# Dream Engineering Jobs



## Satanic Mechanic (Feb 23, 2009)

For me it would be NASA's Jet propulsion lab - biggest toys ever


----------



## trucker (Oct 6, 2008)

*cotten thread*

cotten thread changer in a sewing machine factory.(Jester)


----------



## John Briggs (Feb 12, 2006)

On the bridge, looking after the kettle! (Jester)


----------



## Satanic Mechanic (Feb 23, 2009)

John Briggs said:


> On the bridge, looking after the kettle! (Jester)


Always good to see ambition (==D)


----------



## MARINEJOCKY (Nov 25, 2007)

SM, 

Thought this may help us get rid of you (*))

"JPL is an Equal Opportunity Employer devoted to workforce diversity.

If you are interested in applying for employment with Jet Propulsion Laboratory and need special assistance or an accommodation to apply for a posted position, contact our Human Resources department at (818) 354-5150."


----------



## Satanic Mechanic (Feb 23, 2009)

Oh I wish MJ - but sometimes you've got to face the cold facts and that is I am nowhere near the calibre or indeed type of Engineer that gets those sort of jobs. 

I have watched loads of programs on JPL and it just looks exciting stuff with big toys and an environment to use your imagination.

I'm hoping to get a look at one of their places though as Mrs Satanics cousins sister in law works with them - so you never know MJ they might be so impressed by my in depth knowledge of Heavy Fuel Oil purification they just snap me up - aye right


----------



## Billieboy (May 18, 2009)

I had one for 24+ years, first as valve expert and then Ship Repair Manager, I always walked off just as the vessel was sailing; or left with the pilot. 

*Exhilarating!*


----------



## shamrock (May 16, 2009)

My dream job was to become a flightline engine fitter in the RAF. I passed all the entry exams etc only to have mother tell me that it was 'no job for a lady'. This was back in the 1980's.
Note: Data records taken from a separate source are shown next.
def burn_details(row, v):
    from rich.console import Group

    b = row.planned
    R = v.scenario.body.radius_m
    g = Table.grid(padding=(0, 1))
    g.add_column(style="dim", no_wrap=True)
    g.add_column()
    head = Text(f"burn {row.index}", style="bold")
    head.append(f" · {b.apsis} · leg {b.leg + 1} · {row.status}" + (f" · entry {row.seq}" if row.seq else ""))
    g.add_row("ignition", format_utc(b.ignition_s))
    g.add_row("cutoff", format_utc(b.cutoff_s))
    g.add_row("apsis", format_utc(b.apsis_time_s))
    g.add_row("duration", f"{b.duration_s:.1f} s · arc {math.degrees(b.arc_rad):.1f} deg")
    g.add_row("delta-v", f"{b.dv_m_s:.3f} m/s (impulsive {b.impulsive_dv_m_s:.3f}, "
                         f"finite loss {b.finite_loss_m_s:.3f})")
    g.add_row("propellant", f"{b.propellant_kg:.3f} kg")
    g.add_row("mass", f"{b.mass_before_kg:.3f} → {b.mass_after_kg:.3f} kg")
    g.add_row("engine", f"{b.thrust_n:.3f} N · {b.mdot_kg_s * 1e3:.4f} g/s")
    if b.attitude_mode == "inertial":
        x, y, z = b.direction
        ra = math.degrees(math.atan2(y, x)) % 360.0
        dec = math.degrees(math.asin(max(-1.0, min(1.0, z))))
        g.add_row("attitude", f"inertial, fixed along ({x:+.4f}, {y:+.4f}, {z:+.4f})")
        g.add_row("", f"RA {ra:.2f} deg, Dec {dec:+.2f} deg")
    else:
        g.add_row("attitude", f"tracking, {'prograde' if b.sense > 0 else 'retrograde'}")
        if b.carries_plane_change:
            t, h, n = b.direction
            g.add_row("", f"(v, r x v, v x h) components ({t:+.4f}, {h:+.4f}, {n:+.4f})")
    if b.carries_plane_change:
        g.add_row("plane", f"{math.degrees(b.out_of_plane_rad):+.2f} deg out of the orbit plane (toward "
                           f"r x v); inclination to {math.degrees(b.goal_i_rad):.4f} deg")
    later = b.ignition_half_duration_s - b.ignition_s
    g.add_row("centring", f"half-dv rule; the half-duration rule would ignite {later:+.3f} s later "
                          f"({format_utc(b.ignition_half_duration_s)})")
    shift = b.centre_shift_s
    if shift:
        g.add_row("", f"centre {shift:+.1f} s from the {b.apsis} passage (centre time solved together with the burn)")
    kind = "mean" if v.scenario.model == "two-body+J2" else "osculating"
    after_i = b.after_i_rad
    g.add_row("after", f"{(b.after_periapsis_radius_m - R) / 1e3:.3f} x "
                       f"{(b.after_apoapsis_radius_m - R) / 1e3:.3f} km"
                       + (f", i {math.degrees(after_i):.4f} deg"
                          if math.isfinite(after_i) and b.carries_plane_change else "")
                       + f" ({kind})")
    a = row.actual
    if a:
        g.add_row("", "")
        g.add_row("flown", Text("as recorded", style="bold"))
        g.add_row("ignition", f"{format_utc(a['ignition_s'])} ({a['ignition_s'] - b.ignition_s:+.1f} s)")
        g.add_row("duration", f"{a['duration_s']:.1f} s")
        if a.get("propellant_kg") is not None:
            g.add_row("propellant", f"{a['propellant_kg']:.3f} kg ({a.get('propellant_source')})")
        if a.get("dv_m_s") is not None:
            g.add_row("delta-v", f"{a['dv_m_s']:.3f} m/s delivered")
    d = row.drift
    if d is not None:
        lt = level_text(d.level)
        lt.append(f"  dv ratio {d.dv_ratio:.4f}, thrust factor {d.thrust_factor:.4f}")
        g.add_row("drift", lt)
        for f in d.flags:
            g.add_row("", Text("! " + f, style="yellow"))
    return Group(head, g)
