@settings(max_examples=25, deadline=None)
@given(st.lists(row_strategy, min_size=1, max_size=12))
def test_fleet_follows_the_scalar_rules(rows):
    """Split counts, goals, durations, apsis times and ordering from the scalar functions."""
    scs = [random_row(*r) for r in rows]
    fp = plan_fleet(fleet_input(scs))
    for k, sc in enumerate(scs):
        b = burns_of(fp, k)
        veh = sc.vehicle
        el = rv_to_elements(np.array(sc.r_m), np.array(sc.v_m_s), MU)
        rp, ra = el.periapsis_radius_m, el.apoapsis_radius_m
        circular = el.e < CIRCULAR_START_E
        legs = design_legs(rp, ra, circular, sc.target, MU)
        mass = veh.wet_mass_kg
        apsides = (rp, ra)
        row = 0
        for g, leg in enumerate(legs):
            r_b, r_o = _leg_radii(leg, apsides)
            dv_leg = apsis_burn_dv(r_b, r_o, leg.goal_radius_m, MU)
            # the split rule: the smallest N whose first (heaviest, so longest) burn of dv/N
            # keeps within both limits, its arc at the burn point's faster angular rate (v/r) of
            # the leg's start and end orbits
            rate = max(vis_viva_speed(r_b, 0.5 * sum(apsides), MU),
                       vis_viva_speed(r_b, 0.5 * (r_b + leg.goal_radius_m), MU)) / r_b
            lim_d = veh.max_burn_duration_s * SPLIT_MARGIN
            lim_arc = veh.max_burn_arc_rad * SPLIT_MARGIN
            n = 1
            while True:
                first = burn_duration(veh.thrust_n, veh.isp_s, mass, abs(dv_leg) / n)
                if first <= lim_d * (1 + 1e-12) and first * rate <= lim_arc * (1 + 1e-12):
                    break
                n += 1
            assert int(np.count_nonzero(b["leg"] == g)) == n
            for j in range(1, n):
                goal = opposite_apsis_after(r_b, r_o, dv_leg * j / n, MU)
                assert b["goal_radius_m"][row + j - 1] == pytest.approx(goal, rel=1e-12, abs=1e-6)
            assert b["goal_radius_m"][row + n - 1] == leg.goal_radius_m
            for j in range(n):
                m0 = b["mass_before_kg"][row + j]
                assert m0 == pytest.approx(mass, rel=1e-12)
                prop = propellant_for_dv(veh.isp_s, m0, b["dv_m_s"][row + j])
                assert b["propellant_kg"][row + j] == pytest.approx(prop, rel=1e-9, abs=1e-12)
                assert b["duration_s"][row + j] == pytest.approx(prop / veh.mdot_kg_s, rel=1e-9, abs=1e-9)
                mass -= prop
            row += n
            apsides = tuple(sorted((b["burn_radius_m"][row - 1], leg.goal_radius_m)))
        assert row == len(b["leg"])
        if row:
            earliest = sc.epoch_s + sc.options.lead_time_s
            assert b["ignition_s"][0] >= earliest - 1e-6
            assert np.all(b["ignition_s"][1:] >= b["cutoff_s"][:-1] - 1e-6)
            if not b["earliest"][0]:
                # the first burn is centred on an apsis passage of the start orbit (Kepler)
                nu_t = 0.0 if b["apsis"][0] == 0 else math.pi
                first = sc.epoch_s + time_to_anomaly(el, nu_t, MU)
                period = 2.0 * math.pi * math.sqrt(el.a_m ** 3 / MU)
                turns = (b["apsis_time_s"][0] - first) / period
                assert turns == pytest.approx(round(turns), abs=1e-6) and round(turns) >= 0
                # ... the first one that leaves room for the part of the burn before the apsis
                assert b["ignition_s"][0] - period < earliest
            else:
                assert b["ignition_s"][0] == pytest.approx(earliest, abs=1e-6)
            # half-delta-v centring: ignition = apsis - time to deliver half the delta-v
            t_pre = [time_to_half_dv(veh.thrust_n, veh.isp_s, m0, dv)
                     for m0, dv in zip(b["mass_before_kg"], b["dv_m_s"])]
            np.testing.assert_allclose(b["apsis_time_s"] - b["ignition_s"], t_pre, rtol=1e-9, atol=1e-6)
            # later burns: the first usable passage of their apsis on the orbit the burn before
            # left (apsides: burn point and goal; period from Kepler's third law)
            for j in range(row - 1):
                rb, goal = b["burn_radius_m"][j], b["goal_radius_m"][j]
                period = 2.0 * math.pi * math.sqrt((0.5 * (rb + goal)) ** 3 / MU)
                same_point = b["apsis"][j + 1] == (0 if rb <= goal else 1)
                turns = (b["apsis_time_s"][j + 1] - b["apsis_time_s"][j]) / period - (0.0 if same_point else 0.5)
                assert turns == pytest.approx(round(turns), abs=1e-6) and round(turns) >= 0
                not_before = max(b["cutoff_s"][j], earliest)
                assert b["ignition_s"][j + 1] >= not_before - 1e-6
                assert b["ignition_s"][j + 1] - period < not_before
        used = float(np.sum(b["propellant_kg"]))
        assert fp.propellant_used_kg[k] == pytest.approx(used, rel=1e-12, abs=1e-12)
        usable = veh.propellant_kg - veh.unusable_kg
        assert bool(fp.craft_feasible[k]) == (used <= usable + 1e-9)
        cum = np.cumsum(b["propellant_kg"])
        np.testing.assert_array_equal(b["feasible"], cum <= usable + 1e-9)
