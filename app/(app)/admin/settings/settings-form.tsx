"use client";

import { useActionState } from "react";
import { Alert } from "@/components/ui/alert";
import { Button } from "@/components/ui/button";
import { IDLE } from "@/lib/base/form-state";
import type { SignupMode } from "@/lib/base/validation/admin";
import { updateSettingsAction } from "../actions";

const OPTIONS: { value: SignupMode; label: string; hint: string }[] = [
  { value: "open", label: "Open", hint: "Anyone who can reach the site can create an account." },
  { value: "invite", label: "Invitation only", hint: "New accounts are created only by accepting a project invitation." },
];

export function SettingsForm({ signupMode }: { signupMode: SignupMode }) {
  const [state, action, pending] = useActionState(updateSettingsAction, IDLE);
  return (
    <form action={action} className="flex max-w-xl flex-col gap-4">
      {state.message ? <Alert tone={state.status === "error" ? "error" : "success"}>{state.message}</Alert> : null}
      <fieldset className="flex flex-col gap-3">
        <legend className="mb-1 text-sm font-medium">Sign-up</legend>
        {OPTIONS.map((option) => (
          <label key={option.value} className="flex items-start gap-3 rounded-md border border-rule px-3 py-2.5 has-[:checked]:border-ink">
            <input type="radio" name="signupMode" value={option.value} defaultChecked={signupMode === option.value} className="mt-1 accent-ink" />
            <span className="flex flex-col">
              <span className="text-sm font-medium">{option.label}</span>
              <span className="text-xs text-muted">{option.hint}</span>
            </span>
          </label>
        ))}
      </fieldset>
      <div>
        <Button type="submit" loading={pending} loadingText="Saving…">
          Save settings
        </Button>
      </div>
    </form>
  );
}
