/** Personal API tokens for scripts and CI. `token_hash` is the SHA-256 of the token; the token is shown once. */
export const apiTokens = sqliteTable(
  "api_tokens",
  {
    id: text("id").primaryKey(),
    userId: text("user_id")
      .notNull()
      .references(() => users.id, { onDelete: "cascade" }),
    name: text("name").notNull(),
    tokenHash: text("token_hash").notNull(),
    /** The first characters of the token, shown in the list so a person can tell tokens apart. */
    prefix: text("prefix").notNull(),
    /** The projects the token may reach (still only while its owner is a member there). */
    projectIds: text("project_ids", { mode: "json" }).notNull().$type<string[]>(),
    roleCeiling: text("role_ceiling", { enum: TOKEN_CEILINGS }).notNull(),
    expiresAt: integer("expires_at", { mode: "timestamp_ms" }).notNull(),
    lastUsedAt: integer("last_used_at", { mode: "timestamp_ms" }),
    revokedAt: integer("revoked_at", { mode: "timestamp_ms" }),
    createdAt: createdAt(),
  },
  (table) => [uniqueIndex("api_tokens_token_hash_idx").on(table.tokenHash), index("api_tokens_user_id_idx").on(table.userId)],
);
export type ApiToken = typeof apiTokens.$inferSelect;
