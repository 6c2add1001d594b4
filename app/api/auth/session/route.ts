import { apiRoute, json } from "@/lib/server/api";

/** GET /api/auth/session → 200 { user, expiresAt } for the signed-in user; 401 otherwise. */
export const GET = apiRoute(async (ctx) => {
  const user = await ctx.requireUser();
  return json({ user, expiresAt: ctx.session()?.expiresAt ?? null });
});
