import type { Metadata } from "next";
import { notFound } from "next/navigation";
import { EmptyState } from "@/components/ui/empty-state";
import { Table, TBody, THead, Td, Th, Tr } from "@/components/ui/table";
import { listAuditEvents } from "@/db/queries/audit";
import { can } from "@/lib/base/permission-table";
import { loadProject } from "../load-project";
import { formatDate } from "@/lib/base/dates";

export const metadata: Metadata = { title: "Audit log" };

function describeDetail(detail: Record<string, unknown> | null): string {
  if (!detail) return "";
  return Object.entries(detail)
    .map(([key, value]) => `${key}: ${typeof value === "string" ? value : JSON.stringify(value)}`)
    .join(", ");
}

export default async function AuditPage({ params }: { params: Promise<{ projectId: string }> }) {
  const { projectId } = await params;
  const { user, project } = await loadProject(projectId);
  // The tab is hidden from non-owners; the server refuses them too.
  if (!can(project.role, "audit.read")) notFound();
  const events = await listAuditEvents({ actor: user, projectId });
  if (events.length === 0) return <EmptyState title="Nothing recorded yet" description="Changes to the project and its members appear here." />;
  return (
    <section aria-labelledby="audit-heading" className="flex flex-col gap-3">
      <h2 id="audit-heading" className="text-lg font-semibold">
        Audit log
      </h2>
      <p className="text-sm text-muted">Who did what in this project, newest first (times in UTC).</p>
      <Table dense>
        <THead>
          <Tr>
            <Th>When</Th>
            <Th>Who</Th>
            <Th>Action</Th>
            <Th>Target</Th>
            <Th>Detail</Th>
          </Tr>
        </THead>
        <TBody>
          {events.map((event) => (
            <Tr key={event.id}>
              <Td className="figures whitespace-nowrap">{formatDate(event.createdAt, "second")}</Td>
              <Td>{event.actorName ?? event.actorEmail ?? "Portolan"}</Td>
              <Td className="font-mono text-xs">{event.action}</Td>
              <Td>{event.target ?? ""}</Td>
              <Td className="text-xs text-muted">{describeDetail(event.detail)}</Td>
            </Tr>
          ))}
        </TBody>
      </Table>
    </section>
  );
}
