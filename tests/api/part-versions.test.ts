// Part versions (issue 15 item 2): upload a new version explicitly, blocks pin the version they use, solves
// resolve file + version, a version in use cannot be deleted, moving a block is audited, bundles carry
// every pinned version and `portolan check bundle.zip` reproduces them.
import { beforeAll, describe, expect, it } from "vitest";
import { spawnSync } from "node:child_process";
import { mkdtempSync, writeFileSync } from "node:fs";
import os from "node:os";
import path from "node:path";
import { and, eq } from "drizzle-orm";
import { call, countRows, createAccount, HOST, makeRequest, ORIGIN, setUpDatabase, type ErrorJson } from "./helpers";
import * as projectsRoute from "@/app/api/projects/route";
import * as partsRoute from "@/app/api/projects/[projectId]/parts/route";
import * as partRoute from "@/app/api/projects/[projectId]/parts/[partId]/route";
import * as versionsRoute from "@/app/api/projects/[projectId]/parts/[partId]/versions/route";
import * as scenariosRoute from "@/app/api/projects/[projectId]/scenarios/route";
import * as revisionsRoute from "@/app/api/projects/[projectId]/scenarios/[scenarioId]/revisions/route";
import * as solveRoute from "@/app/api/projects/[projectId]/scenarios/[scenarioId]/solve/route";
import * as bundleRoute from "@/app/api/projects/[projectId]/scenarios/[scenarioId]/bundle/route";
import * as importRoute from "@/app/api/projects/[projectId]/bundles/route";
import { db } from "@/db/client";
import { auditEvents, memberships, parts } from "@/db/schema";
import { hashScenarioContent } from "@/db/queries/revisions";
import { readZipSafely } from "@/engine/bundle";
import type { Scenario } from "@/engine/types";
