import { expect as baseExpect, test, type Locator, type Page } from "@playwright/test";
import { demoUsers, signIn, type DemoRole } from "./helpers";

// Everyday flows of issue 18 on the seeded demo (db/seed.ts): edits that are never lost, links that
// land after sign-in, not-found pages, keyboard paths.
const DEMO_PROJECT = "Kestrel telemetry front end";

test.describe.configure({ timeout: 180_000 });
const expect = baseExpect.configure({ timeout: 40_000 });
test.use({ viewport: { width: 1600, height: 1100 } });

async function signInAs(page: Page, role: DemoRole): Promise<void> {
  await signIn(page, demoUsers[role].email, demoUsers[role].password);
  await expect(page).toHaveURL(/\/projects(\/|$|\?)/, { timeout: 60_000 });
}

async function demoProjectId(page: Page): Promise<string> {
  const response = await page.request.get("/api/projects");
  expect(response.status()).toBe(200);
  const { projects } = (await response.json()) as { projects: { id: string; name: string }[] };
  const project = projects.find((p) => p.name === DEMO_PROJECT);
  expect(project).toBeDefined();
  return project!.id;
}

const origin = (page: Page) => ({ origin: new URL(page.url()).origin });
const block = (page: Page, id: string): Locator => page.locator(`[aria-label^="Block ${id},"]`);
const saveState = (page: Page): Locator => page.getByRole("status", { name: /^Save state:/ });

async function createScenario(page: Page, projectId: string, name: string, template = "pad-chain"): Promise<string> {
  const response = await page.request.post(`/api/projects/${projectId}/scenarios`, { data: { name, template }, headers: origin(page) });
  expect(response.status()).toBe(201);
  return ((await response.json()) as { scenario: { id: string } }).scenario.id;
}

/** The blocks of the person's working draft on the server (autosave writes the draft, never a revision). */
async function draftBlockIds(page: Page, projectId: string, scenarioId: string): Promise<string[]> {
  const body = (await (await page.request.get(`/api/projects/${projectId}/scenarios/${scenarioId}/draft`)).json()) as { draft: { content: { blocks: { id: string }[] } } | null };
  return body.draft?.content.blocks.map((b) => b.id) ?? [];
}

async function addLoad(page: Page): Promise<void> {
  await page.getByRole("button", { name: /^Add block/ }).click();
  await page.getByRole("option", { name: /^Load/ }).click();
  await expect(block(page, "LOAD1")).toBeVisible();
}
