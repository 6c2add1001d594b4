import type { Metadata } from "next";
import { notFound } from "next/navigation";
import { AuditLog } from "@/components/audit/audit-log";
import { listAuditActors, listAuditEvents } from "@/db/queries/audit";
import { can } from "@/lib/base/permission-table";
import { auditFilterOf, auditQuerySchema, parseAuditQuery } from "@/lib/base/validation/audit";
import { PROJECT_AUDIT_KINDS } from "@/lib/domain/audit/describe";
import { loadProject } from "../load-project";

export const metadata: Metadata = { title: "Audit log" };

export default async function AuditPage({ params, searchParams }: { params: Promise<{ projectId: string }>; searchParams: Promise<Record<string, string | string[] | undefined>> }) {
  const { projectId } = await params;
  const { user, project } = await loadProject(projectId);
  // The tab is hidden from non-owners; the server refuses them too.
  if (!can(project.role, "audit.read")) notFound();
  const parsed = parseAuditQuery(await searchParams);
  const query = parsed.success ? parsed.data : auditQuerySchema.parse({});
  const [rows, people] = await Promise.all([listAuditEvents({ actor: user, projectId, ...auditFilterOf(query) }), listAuditActors({ projectId })]);
  return (
    <section aria-labelledby="audit-heading" className="flex flex-col gap-3">
      <h2 id="audit-heading" className="text-lg font-semibold">
        Audit log
      </h2>
      <p className="text-sm text-muted">Who did what in this project, newest first (times in UTC).</p>
      <AuditLog
        path={`/projects/${projectId}/audit`}
        csvPath={`/api/projects/${projectId}/audit`}
        rows={rows}
        people={people}
        kinds={PROJECT_AUDIT_KINDS}
        query={query}
        error={parsed.success ? null : `Filters ignored: ${parsed.error.issues.map((i) => `${i.path.join(".")}: ${i.message}`).join("; ")}`}
      />
    </section>
  );
}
So I went into construction instead, looking after towercrane installation before moving onto driving artics for a living. I still have an interest of sorts in my old dream job, I have studied aircrashes for the last 30 years as I am very curious about mechanical things that don't work and why they stopped working. I also rebuilt engines in my cars too as a hobby, so although I never managed to get up to the armpits in an aircraft engine, I did tinker with car engines occasionally and I once helped restore a B25 Mitchell bomber....and I never did do a job more suitable to a 'lady'


----------



## gordy (Apr 18, 2008)

I had one for too short a time. In a small boatyard in Lymington, outboard motors, and small inboards. Messing about in boats all day and getting paid for it.
What happened? 
I got married! 
She got homesick and dragged me back to Scotland.
We're still together after 38 years though!


----------



## paullad1984 (Jun 6, 2008)

Snow clearence officer at Bermuda Airport. :-D


----------



## billyboy (Jul 6, 2005)

Condom tester for Ann Summers.

I worked as a mechanic/Engineer for a private bus company for almost 14 years of and on. rebuilding Leyland 600's


----------



## chadburn (Jun 2, 2008)

Chief Engineer at Tannocks, test one, pack one.


----------



## Footitt's Folly (May 21, 2009)

(Gleam) Systems engineering safety and reliability - working for an electronics company.


----------



## R58484956 (Apr 19, 2004)

Staff Chief Engineer on the old Queens. Never, never went anywhere near the ER,possibly never knew where they were.


----------